You are called in the middle of the night to a hotel in a high altitude tourist city. Your patient is a 32-year-old female who arrived from sea level the previous night, and has felt unwell with intractable vomiting since that time.
She has a history of rheumatoid arthritis and is on Prednisone. Her heart rate is 120, her blood pressure 110/60, but she tells you she normally has low blood pressure. Her blood glucose is 92.
The patient has full decisional capacity, but refuses transport when she finds out there is a charge for EMS transportation to the hospital. Hours later, the patient presents to the emergency department via taxi. She is subsequently diagnosed with severe sepsis and, despite aggressive treatment, she dies within 24 hours.
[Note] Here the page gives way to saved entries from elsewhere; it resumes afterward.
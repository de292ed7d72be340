"""What may stand under `logbook:` in mkdocs.yml."""

from __future__ import annotations

from mkdocs.config import config_options as c
from mkdocs.config.base import Config


class LogbookConfig(Config):  # type: ignore[no-untyped-call]
    """The plugin's options; their meaning and their faults are the engine's (`logbook.options`)."""

    fail_on = c.Type((list, str), default=["problem"])
    coverage = c.Type((int, float, str), default=2)
    matters = c.Type(dict, default={})
    cache = c.Type(str, default=".cache/logbook")
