"""The navigation: what the logbook computes, then the entries by year and month, then the user's other pages."""

from __future__ import annotations

from collections.abc import Iterable
from typing import Any

from logbook.book import Book
from logbook.pages import PagePlan, revision_path

_MONTHS = (
    "January February March April May June July August September October November December".split()  # noqa: SIM905
)

HOME = "index.md"


def navigation(book: Book, pages: Iterable[PagePlan], others: Iterable[str]) -> list[Any]:
    """The site's navigation, latest first within the entries; `others` are the paths of the user's ordinary pages."""
    revisions = [{f"Revision {label}": revision_path(label)} for label in reversed(book.revisions)]
    made = [{page.title: page.path} for page in pages if not page.path.startswith("revisions/")]
    found: list[Any] = [{"Home": HOME}]
    if revisions:
        found.append({"Revisions": revisions})
    found += made
    found += [{"Entries": _years(book)}] if book.entries else []
    more = sorted(path for path in others if path != HOME)
    return [*found, {"More": more}] if more else found


def _years(book: Book) -> list[dict[str, Any]]:
    years: dict[str, dict[str, list[dict[str, str]]]] = {}
    for entry in reversed(book.entries):
        months = years.setdefault(str(entry.date.year), {})
        titles = months.setdefault(_MONTHS[entry.date.month - 1], [])
        titles.append({f"{entry.date.day} {entry.title}": entry.path})
    return [{year: [{month: titles} for month, titles in months.items()]} for year, months in years.items()]
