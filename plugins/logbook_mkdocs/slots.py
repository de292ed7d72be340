"""Slots: empty places in a page's Markdown that are filled with computed HTML just before the template."""

from __future__ import annotations

import re
from collections.abc import Callable, Iterable

from mkdocs.structure.toc import AnchorLink, TableOfContents

from logbook.book import Book
from logbook.entry_text import replace_fences
from logbook.model import Entry
from logbook.pieces import Folded, Heading, Piece

WHOLE = "lb-page"
HEAD = "lb-head"
TAIL = "lb-tail"

_SLOT = re.compile(r'(?:<p>\s*)?<div class="lb-slot" id="([\w-]+)">\s*</div>(?:\s*</p>)?')


def slot(name: str) -> str:
    """The place itself, as Markdown takes it."""
    return f'<div class="lb-slot" id="{name}"></div>'


def with_slots(book: Book, entry: Entry, markdown: str) -> str:
    """An entry's Markdown with a slot in the place of each block, and a plain line that search finds."""

    def replaced(number: int, fence: object) -> str:
        block = entry.blocks[number]
        words = _search_words(book, entry, number)
        line = f'<p class="lb-search">{words}</p>' if words else ""
        return f"\n{slot(block.id)}\n\n{line}\n" if line else f"\n{slot(block.id)}\n"

    head = _after_title(replace_fences(markdown, replaced), entry.title)
    return f"{head}\n\n{slot(TAIL)}\n"


def _after_title(markdown: str, title: str) -> str:
    """The head's slot behind the first heading of level 1; a text that begins without one gets the entry's title."""
    lines = markdown.split("\n")
    for index, line in enumerate(lines):
        if line.startswith("# "):
            return "\n".join([*lines[: index + 1], "", slot(HEAD), "", *lines[index + 1 :]])
        if line.strip():
            break
    return f"# {title}\n\n{slot(HEAD)}\n\n{markdown}"


def _search_words(book: Book, entry: Entry, number: int) -> str:
    block = entry.blocks[number]
    names = dict.fromkeys(r.quantity.replace("_", " ") for r in book.outcome(block).results)
    words = ", ".join(names)
    return f"{block.kind}: {words}" if words else ""


def fill(content: str, html: Callable[[str], str | None]) -> str:
    """The page's HTML with every slot filled; an element with the slot's id stays, so that its address lives."""

    def filled(match: re.Match[str]) -> str:
        inner = html(match.group(1))
        return f'<div class="lb" id="{match.group(1)}">\n{inner}\n</div>' if inner else ""

    return _SLOT.sub(filled, content)


def add_to_contents(toc: TableOfContents, pieces: Iterable[Piece]) -> None:
    """Enter the headings of computed pieces into a page's table of contents, under its title."""
    titles = list(toc)
    below = titles[0].children if titles else []
    links = [AnchorLink(p.text, p.id, p.level) for p in _headings(pieces) if p.id]
    if titles:
        below.extend(link for link in links if link.level == 2)
    else:
        toc.items.extend(links)


def _headings(pieces: Iterable[Piece]) -> list[Heading]:
    found: list[Heading] = []
    for piece in pieces:
        if isinstance(piece, Heading):
            found.append(piece)
        elif isinstance(piece, Folded):
            found += _headings(piece.pieces)
    return found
Two years later, you are informed that her parents have filed a lawsuit alleging that EMS failed to properly assess her and educate her on the potential severity of her condition so that she could make a fully informed decision regarding EMS transport.
The Standard of Care
There are four elements of negligence that a plaintiff must prove in order to recover a monetary award in litigation in these cases. First, there must be a legal duty: a relationship between the patient and the provider that is recognized by law. In most cases, this element is easily met when EMS responds to a call.
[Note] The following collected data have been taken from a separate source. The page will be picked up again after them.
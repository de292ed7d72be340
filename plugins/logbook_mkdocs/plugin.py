"""The MkDocs plugin: reads the logbook once before any page, and puts what is computed into the pages at the end."""

from __future__ import annotations

import gc
from collections.abc import Callable, Iterator
from contextlib import contextmanager
from functools import partial
from importlib.resources import files as package_files
from pathlib import Path
from threading import Lock, Thread
from typing import Literal

from jinja2 import Environment, FileSystemBytecodeCache
from mkdocs.config.defaults import MkDocsConfig
from mkdocs.exceptions import ConfigurationError, PluginError
from mkdocs.plugins import BasePlugin, event_priority, get_plugin_logger
from mkdocs.structure.files import File, Files
from mkdocs.structure.nav import Navigation
from mkdocs.structure.pages import Page as SitePage
from mkdocs.utils.templates import TemplateContext

from logbook.book import Book, Remembering, SourceFile, make_book
from logbook.cache import Cache
from logbook.entry_text import decode
from logbook.failing import failure_words, failures
from logbook.html import render
from logbook.model import Entry
from logbook.options import OptionError, Options, read_options
from logbook.pages import PagePlan, block_pieces, head_pieces, home_pieces, page_plans, revision_path, tail_pieces
from logbook.pieces import Bars, Chart, Piece
from logbook.plots import draw
from logbook.problems import Problems
from logbook.results import results_json, schema_text
from logbook_mkdocs.fingerprints import fingerprints
from logbook_mkdocs.navigation import HOME, navigation
from logbook_mkdocs.options import LogbookConfig
from logbook_mkdocs.slots import HEAD, TAIL, WHOLE, add_to_contents, fill, slot, with_slots

log = get_plugin_logger("logbook")

ASSETS = "assets/logbook"
STYLE = f"{ASSETS}/logbook.css"
SEARCH_SHIM = f"{ASSETS}/iframe-worker.js"
RESULTS = "data/results.json"


class LogbookPlugin(BasePlugin[LogbookConfig]):  # type: ignore[no-untyped-call]
    """One instance lives through all rebuilds of `serve`."""

    serving = dirty = False
    cache_folder: Path | None = None
    writing = Lock()
    options: Options
    book: Book
    cache: Cache
    entries: dict[str, Entry]
    made: dict[str, Callable[[], list[Piece]]]
    site_files: Files
    marks: dict[str, str]

    def __init__(self) -> None:
        self.reading = Remembering()
        self.marks = {}

    def on_startup(self, *, command: Literal["build", "gh-deploy", "serve"], dirty: bool) -> None:
        """Defined, so that MkDocs keeps this instance between rebuilds."""
        self.serving = command == "serve"
        self.dirty = self.serving and dirty
        self.marks = {}
        if self.dirty:
            # A whole logbook is kept between the builds: garbage is looked for after each, not many times within it.
            gc.disable()

    def on_shutdown(self) -> None:
        """Leave the interpreter as it was found."""
        if self.dirty:
            gc.enable()

    def on_config(self, config: MkDocsConfig) -> MkDocsConfig:
        """Check the options, and add the stylesheet and the search's shim."""
        try:
            self.options = read_options(config.site_name, dict(self.config))
        except OptionError as error:
            raise ConfigurationError(f"Plugin 'logbook': {error}") from error
        if STYLE not in config.extra_css:
            config.extra_css.insert(0, STYLE)
        polyfills = config.extra.setdefault("polyfills", [])
        if not config.use_directory_urls and SEARCH_SHIM not in polyfills:
            polyfills.append(SEARCH_SHIM)
        folder = _root(config) / self.config.cache
        if self.cache_folder != folder:
            self.cache_folder, self.cache = folder, Cache(folder)
        return config

    @event_priority(-50)
    def on_files(self, files: Files, /, *, config: MkDocsConfig) -> Files:
        """Read and compute the whole logbook; add the pages, the data and the assets that it makes."""
        folder = Path(config.docs_dir)
        sources = {source.path: source for source in self.reading.find(folder)}
        with _no_collecting():
            self.book = make_book(sources.values(), folder, self.options.settings, self.reading.read)
        self.entries = {entry.path: entry for entry in self.book.entries}
        self.site_files = files
        # A page of that name which somebody wrote stands as it is.
        pages = [plan for plan in page_plans(self.book) if files.get_file_from_path(plan.path) is None]
        self.made = {plan.path: plan.make for plan in pages}
        self.made[HOME] = partial(home_pieces, self.book)
        self._add_files(files, pages, config)
        _mend_encoding(files, sources, config)
        if config.nav is None:
            others = [f.src_uri for f in files.documentation_pages() if f.src_uri not in {*self.entries, *self.made}]
            config.nav = navigation(self.book, pages, others)
        if self.dirty:
            with _no_collecting():
                self._mark(files, sources)
        for problem in self.book.problems:
            log.warning(str(problem))
        return files

    def _add_files(self, files: Files, pages: list[PagePlan], config: MkDocsConfig) -> None:
        def add(path: str, content: str | bytes) -> None:
            if files.get_file_from_path(path) is None:
                files.append(File.generated(config, path, content=content))

        add(HOME, f"---\ntitle: {_quoted(config.site_name)}\n---\n\n# {config.site_name}\n")
        for page in pages:
            add(page.path, f"---\ntitle: {_quoted(page.title)}\n---\n\n# {page.title}\n\n{slot(WHOLE)}\n")
        if not self.dirty:
            add(RESULTS, results_json(self.book))
        add("data/results.schema.json", schema_text())
        assets = package_files("logbook_mkdocs") / "assets"
        for asset in sorted(assets.iterdir(), key=lambda each: each.name):
            add(f"{ASSETS}/{asset.name}", asset.read_bytes())

    def _mark(self, files: Files, sources: dict[str, SourceFile]) -> None:
        """Under `serve --dirty`, rebuild just the pages whose content is not what it was at the last build."""
        marks = fingerprints(self.book, sources, self.made)
        for file in files.documentation_pages():
            mark = marks.get(file.src_uri)
            if mark is not None:
                same = self.marks.get(file.src_uri) == mark
                file.is_modified = lambda same=same: not same  # type: ignore[method-assign,misc]
        self.marks = marks

    def on_page_markdown(self, markdown: str, /, *, page: SitePage, config: MkDocsConfig, files: Files) -> str:
        """Put a slot in the place of each block of an entry; home gets one behind its prose."""
        path = page.file.src_uri
        entry = self.entries.get(path)
        if entry is not None:
            page.update_date = entry.date.isoformat()
            return with_slots(self.book, entry, markdown)
        return f"{markdown}\n\n{slot(WHOLE)}\n" if path == HOME else markdown

    @event_priority(-200)
    def on_page_context(
        self, context: TemplateContext, /, *, page: SitePage, config: MkDocsConfig, nav: Navigation
    ) -> TemplateContext:
        """Fill the slots, after the search has taken the page's words."""
        path = page.file.src_uri
        entry = self.entries.get(path)
        if entry is not None:
            found = self._entry_pieces(entry)
        elif path in self.made:
            pieces = self.made[path]()
            found = {WHOLE: pieces}
            add_to_contents(page.toc, pieces)
        else:
            return context
        page.content = fill(page.content or "", lambda name: self._html(found.get(name, []), page))
        return context

    def _entry_pieces(self, entry: Entry) -> dict[str, list[Piece]]:
        found = {block.id: block_pieces(self.book, entry, block) for block in entry.blocks}
        found[HEAD] = head_pieces(self.book, entry)
        found[TAIL] = tail_pieces(self.book, entry)
        return found

    def _html(self, pieces: list[Piece], page: SitePage) -> str:
        def url(to: str, anchor: str) -> str | None:
            target = self.site_files.get_file_from_path(_path(to))
            if target is None:
                return None
            return target.url_relative_to(page.file) + (f"#{anchor}" if anchor else "")

        def picture(drawing: Chart | Bars) -> str:
            return draw(drawing, self.cache)

        return render(pieces, url, picture)

    def on_env(self, env: Environment, /, *, config: MkDocsConfig, files: Files) -> Environment:
        """Keep compiled templates between builds."""
        folder = _root(config) / self.config.cache / "templates"
        try:
            folder.mkdir(parents=True, exist_ok=True)
        except OSError:
            return env
        env.bytecode_cache = FileSystemBytecodeCache(str(folder))
        return env

    @event_priority(-100)
    def on_post_build(self, *, config: MkDocsConfig) -> None:
        """Make the search work from the disk; then fail, where that was asked for and is due: the site is there."""
        index = Path(config.site_dir) / "search" / "search_index.json"
        if not config.use_directory_urls and index.is_file():
            words = index.read_text(encoding="utf-8")
            index.with_suffix(".js").write_text(f"var __index = {words}", encoding="utf-8")
        if self.dirty:
            Thread(target=self._tidy_up, args=(self.book, Path(config.site_dir) / RESULTS), daemon=True).start()
        if not self.serving:
            self.cache.prune()
        failed = failures(self.book, self.options.fail_on)
        if failed and self.serving:
            log.warning(failure_words(failed))
        elif failed:
            raise PluginError(f"{failure_words(failed)}; the site is in {config.site_dir}")

    def _tidy_up(self, book: Book, file: Path) -> None:
        """Under `serve --dirty`, while the page is looked at already: of a large logbook it takes a second."""
        gc.collect()
        data = results_json(book)
        with self.writing:
            if book is self.book:
                file.parent.mkdir(parents=True, exist_ok=True)
                file.write_bytes(data)


@contextmanager
def _no_collecting() -> Iterator[None]:
    # Very many objects are made and all are kept: to look through them again and again takes a fifth of the time.
    collecting = gc.isenabled()
    gc.disable()
    try:
        yield
    finally:
        if collecting:
            gc.enable()


def _root(config: MkDocsConfig) -> Path:
    """The folder that paths in mkdocs.yml start from."""
    return Path(config.config_file_path).parent if config.config_file_path else Path.cwd()


def _path(to: str) -> str:
    sort, _, name = to.partition(":")
    return revision_path(name) if sort == "revision" else f"{name}.md" if sort == "page" else name


def _quoted(title: str) -> str:
    return "'" + title.replace("'", "''") + "'"


def _mend_encoding(files: Files, sources: dict[str, SourceFile], config: MkDocsConfig) -> None:
    """A file that is not UTF-8 is a problem with its place; MkDocs would stop at it, so it is given clean text."""
    for path, source in sources.items():
        try:
            source.data.decode("utf-8-sig")
        except UnicodeDecodeError:
            old = files.get_file_from_path(path)
            if old is not None:
                files.remove(old)
                files.append(File.generated(config, path, content=decode(source.data, path, Problems())))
Next, the plaintiff must show that there was a breach of the standard of care. The standard of care is what a reasonable provider would do in the same or similar circumstances and is defined by training, experience, treatment guidelines and medical literature. It is a dynamic concept, changing over time with new research. As we have seen with stroke, STEMI and the reduction in backboarding of patients, EMS is constantly developing new skills and treatment guidelines to keep up with advances in medical research.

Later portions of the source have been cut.